# What to do with rabbit parts?



## cabevizzo (Jun 3, 2009)

For those of you in surburban areas, what do you do with your rabbit parts after butchering? Obviously hide is tanned and used. Someone mentioned blood going in the garden, some parts to dog, and the rest in compost. Can blood go directly into a garden, or would it have to compost in the garden dirt first how poultry droppings have to composted first as they are "too hot"? What parts go to the dog and do you feed them raw or cooked? I understood that meat and dairy cannot go into regular compost...wanted to verify this and wondering if there is a special composting system used for meat/bones. Any other ideas on what to do with heads, guts, limbs, feet, tail, etc. on a small lot? I'm not sure about burying or throwing in with regular garbage. Thank you!


----------



## Jesse L (Nov 6, 2008)

Alot of people will sell the other parts that are unused for animal comsumption.


----------



## crickett (May 31, 2009)

Can you use the feet for those key chain things? Oh, and the innards, (heart, liver, brain) can be used as catfish bait! Although I've heard of people using the brain to cure the hide. I'm not sure how that's done though.


----------



## Cece6 (Feb 21, 2009)

I never thought of using the guts for catfish bait, great Idea!!!
But I wouldnt waste the liver and kidneys, I am saving those up in the freezer for a fry up.
Im not sure what to do with the head, It seems like alot of waste to throw out.
We just double bag our guts and throw them in the garbage.I think I will always plan my butcher days on Sunday so they guts wont sit in the trash all week.The blood is dumped in a hole and buried.I dont want animals digging in my garden so I havent tried it in there yet.
I tried giving the ears and stuff to the dogs and they wont touch any of it.The cats wouldnt either.But they will eat rabbits they catch themselves(go figure)..


----------



## crickett (May 31, 2009)

Maybe if you fried them? My own dog and cat will eat anything, including bees, lizards, and grasshoppers! HA HA!  (don't mean that I feed them those things, they go catch them by themselves!)


----------



## ladysown (May 3, 2008)

heads are good sellers to the raw fed dog crowd. I sell mine for $1 each.

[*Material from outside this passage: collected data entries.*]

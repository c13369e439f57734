/** A value of a form: text, or a tree of them. */
export type FormValue = string | FormTree;
export interface FormTree {
  [name: string]: FormValue;
}

/** Reads a form whose names are paths, as in `line_items[0][price_data][currency]=usd`. */
export function readForm(text: string): FormTree {
  const form: FormTree = Object.create(null);
  for (const [name, value] of new URLSearchParams(text)) put(form, pathOf(name), value);
  return form;
}

const pathOf = (name: string): string[] => name.split('[').map((part) => part.replace(/\]$/, ''));

function put(tree: FormTree, [first = '', ...rest]: string[], value: string): void {
  if (rest.length === 0) {
    tree[first] = value;
    return;
  }
  const below = tree[first];
  const branch: FormTree = typeof below === 'object' ? below : Object.create(null);
  tree[first] = branch;
  put(branch, rest, value);
}

export function treeAt(tree: FormTree, ...path: string[]): FormTree {
  let at: FormValue = tree;
  for (const name of path) {
    if (typeof at !== 'object') return {};
    at = at[name] ?? {};
  }
  return typeof at === 'object' ? at : {};
}

/** Empty where there is none. */
export function textAt(tree: FormTree, ...path: string[]): string {
  const value = treeAt(tree, ...path.slice(0, -1))[path.at(-1) ?? ''];
  return typeof value === 'string' ? value : '';
}

export const textsIn = (tree: FormTree): Record<string, string> =>
  Object.fromEntries(
    Object.entries(tree).filter((entry): entry is [string, string] => typeof entry[1] === 'string'),
  );
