/** Short messages at the foot of the window, kept outside of React so that anything may show one. */
export interface ToastInput {
  readonly message: string;
  /** 'problem' stays until it is closed. */
  readonly tone?: 'plain' | 'problem';
  /** Puts back what was just done; the toast then closes. A rejection is shown as a problem. */
  readonly undo?: () => unknown;
  readonly undoLabel?: string;
}

export interface Toast extends Required<Pick<ToastInput, 'message' | 'tone'>> {
  readonly id: number;
  readonly undo?: ToastInput['undo'];
  readonly undoLabel: string;
  /** Milliseconds until it closes by itself; null: never. */
  readonly lifeMs: number | null;
}

/** Long enough to read and reach (WCAG 2.2.1: hovering or focusing holds it open). */
const PLAIN_MS = 6_000;
const UNDO_MS = 12_000;
const MOST_SHOWN = 3;

type Listener = () => void;
let toasts: readonly Toast[] = [];
let nextId = 1;
const listeners = new Set<Listener>();

function publish(next: readonly Toast[]): void {
  toasts = next;
  for (const listener of listeners) listener();
}

export const subscribeToasts = (listener: Listener): (() => void) => {
  listeners.add(listener);
  return () => listeners.delete(listener);
};
export const currentToasts = (): readonly Toast[] => toasts;

/** Shows a message and gives its id. The oldest of more than three gives way. */
export function showToast(input: ToastInput): number {
  const tone = input.tone ?? 'plain';
  const toast: Toast = {
    id: nextId++,
    message: input.message,
    tone,
    undo: input.undo,
    undoLabel: input.undoLabel ?? 'Undo',
    lifeMs: tone === 'problem' ? null : input.undo ? UNDO_MS : PLAIN_MS,
  };
  publish([...toasts, toast].slice(-MOST_SHOWN));
  return toast.id;
}

export const showProblem = (message: string): number => showToast({ message, tone: 'problem' });

export function closeToast(id: number): void {
  publish(toasts.filter((toast) => toast.id !== id));
}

if you have ***** around...don't bury the blood or guts. blood into the toilet or down a drain. the guts can go into the freezer (double bagged) until garbage day. OR find a lonely country road and dump them there. They will be cleaned up quickly by critters.


----------



## bbkaren (Oct 28, 2008)

ladysown said:


> heads are good sellers to the raw fed dog crowd. ...


I KNOW there's nothing wrong with this at all. And I guess I'm just still squeamish...

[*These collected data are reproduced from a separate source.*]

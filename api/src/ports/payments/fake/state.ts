import { readFile, rename, writeFile } from 'node:fs/promises';

export interface FakeSession {
  readonly id: string;
  readonly createdAt: number;
  readonly expiresAt: number;
  status: 'open' | 'complete' | 'expired';
  paymentStatus: 'paid' | 'unpaid';
  readonly amount: number;
  readonly currency: string;
  readonly name: string;
  readonly customerEmail: string;
  readonly clientReferenceId: string;
  readonly metadata: Record<string, string>;
  readonly intentMetadata: Record<string, string>;
  intentId: string | null;
  readonly successUrl: string;
  readonly cancelUrl: string;
  /** How often the card with too little money was tried. */
  shortTries: number;
}

export interface FakeIntent {
  readonly id: string;
  readonly createdAt: number;
  readonly amount: number;
  readonly currency: string;
  readonly metadata: Record<string, string>;
  status: 'requires_payment_method' | 'processing' | 'succeeded';
}

export interface FakeRefund {
  readonly id: string;
  readonly createdAt: number;
  readonly intentId: string;
  readonly amount: number;
  readonly currency: string;
  readonly metadata: Record<string, string>;
  status: 'pending' | 'succeeded' | 'failed';
}

/** Something that happens by itself later on. */
export type FakeTimer =
  | { readonly at: number; readonly what: 'bank'; readonly sessionId: string; readonly comes: boolean }
  | { readonly at: number; readonly what: 'refund'; readonly refundId: string; readonly comes: boolean };

/** Word that is still to be brought to the product. */
export interface FakeDelivery {
  readonly id: string;
  readonly payload: string;
  dueAt: number;
  tries: number;
}

export interface KeptAnswer {
  readonly fingerprint: string;
  readonly status: number;
  readonly body: unknown;
  readonly at: number;
}

export interface FakeState {
  sessions: Record<string, FakeSession>;
  intents: Record<string, FakeIntent>;
  refunds: Record<string, FakeRefund>;
  timers: FakeTimer[];
  deliveries: FakeDelivery[];
  answers: Record<string, KeptAnswer>;
}

const empty = (): FakeState => ({
  sessions: {},
  intents: {},
  refunds: {},
  timers: [],
  deliveries: [],
  answers: {},
});

/** Keeps the state in a file, so that stopping and starting loses nothing. */
export class StateFile {
  private saving: Promise<void> = Promise.resolve();

  private constructor(
    private readonly file: string,
    readonly state: FakeState,
  ) {}

  static async open(file: string): Promise<StateFile> {
    const text = await readFile(file, 'utf8').catch((error: NodeJS.ErrnoException) => {
      if (error.code === 'ENOENT') return null;
      throw error;
    });
    return new StateFile(file, text === null ? empty() : { ...empty(), ...JSON.parse(text) });
  }

  /** Resolves when everything up to now is in the file. */
  async save(): Promise<void> {
    this.saving = this.saving.then(async () => {
      await writeFile(`${this.file}.new`, JSON.stringify(this.state), { mode: 0o600 });
      await rename(`${this.file}.new`, this.file);
    });
    await this.saving;
  }
}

But when I think of giving the dogs a bowl of rabbit heads it just seems...macabre lol

I would like to investigate the whole raw feeding thing, and feeding the whole rabbit doesn't bother me at all--it's just creepy for me to envision a bunch of heads.



Must work on desensitivity training...


----------



## Macybaby (Jun 16, 2006)

I won't feed the heads to my dog - she likes to carry them around and let them "age" a bit and the idea of hitting one with the mower turns my stomach!

I put them in the kennel with her, but she'll hide them and wait until I'm letting her out and then while I'm busy, she'll sneak back in and bring them out. There are times I wonder if I'm going to miss that dog when she's gone . . .

Since I don't live in town, I take the "parts" out to the back corner and leave them in the trees. It's far enough from the house that even the dog does not go back there by herself.

Cathy


----------



## Cliff (Jun 30, 2007)

Cece6 said:


> I never thought of using the guts for catfish bait, great Idea!!!
> But I wouldnt waste the liver and kidneys, I am saving those up in the freezer for a fry up.
> Im not sure what to do with the head, It seems like alot of waste to throw out.
> We just double bag our guts and throw them in the garbage.I think I will always plan my butcher days on Sunday so they guts wont sit in the trash all week.The blood is dumped in a hole and buried.I dont want animals digging in my garden so I havent tried it in there yet.
> I tried giving the ears and stuff to the dogs and they wont touch any of it.The cats wouldnt either.But they will eat rabbits they catch themselves(go figure)..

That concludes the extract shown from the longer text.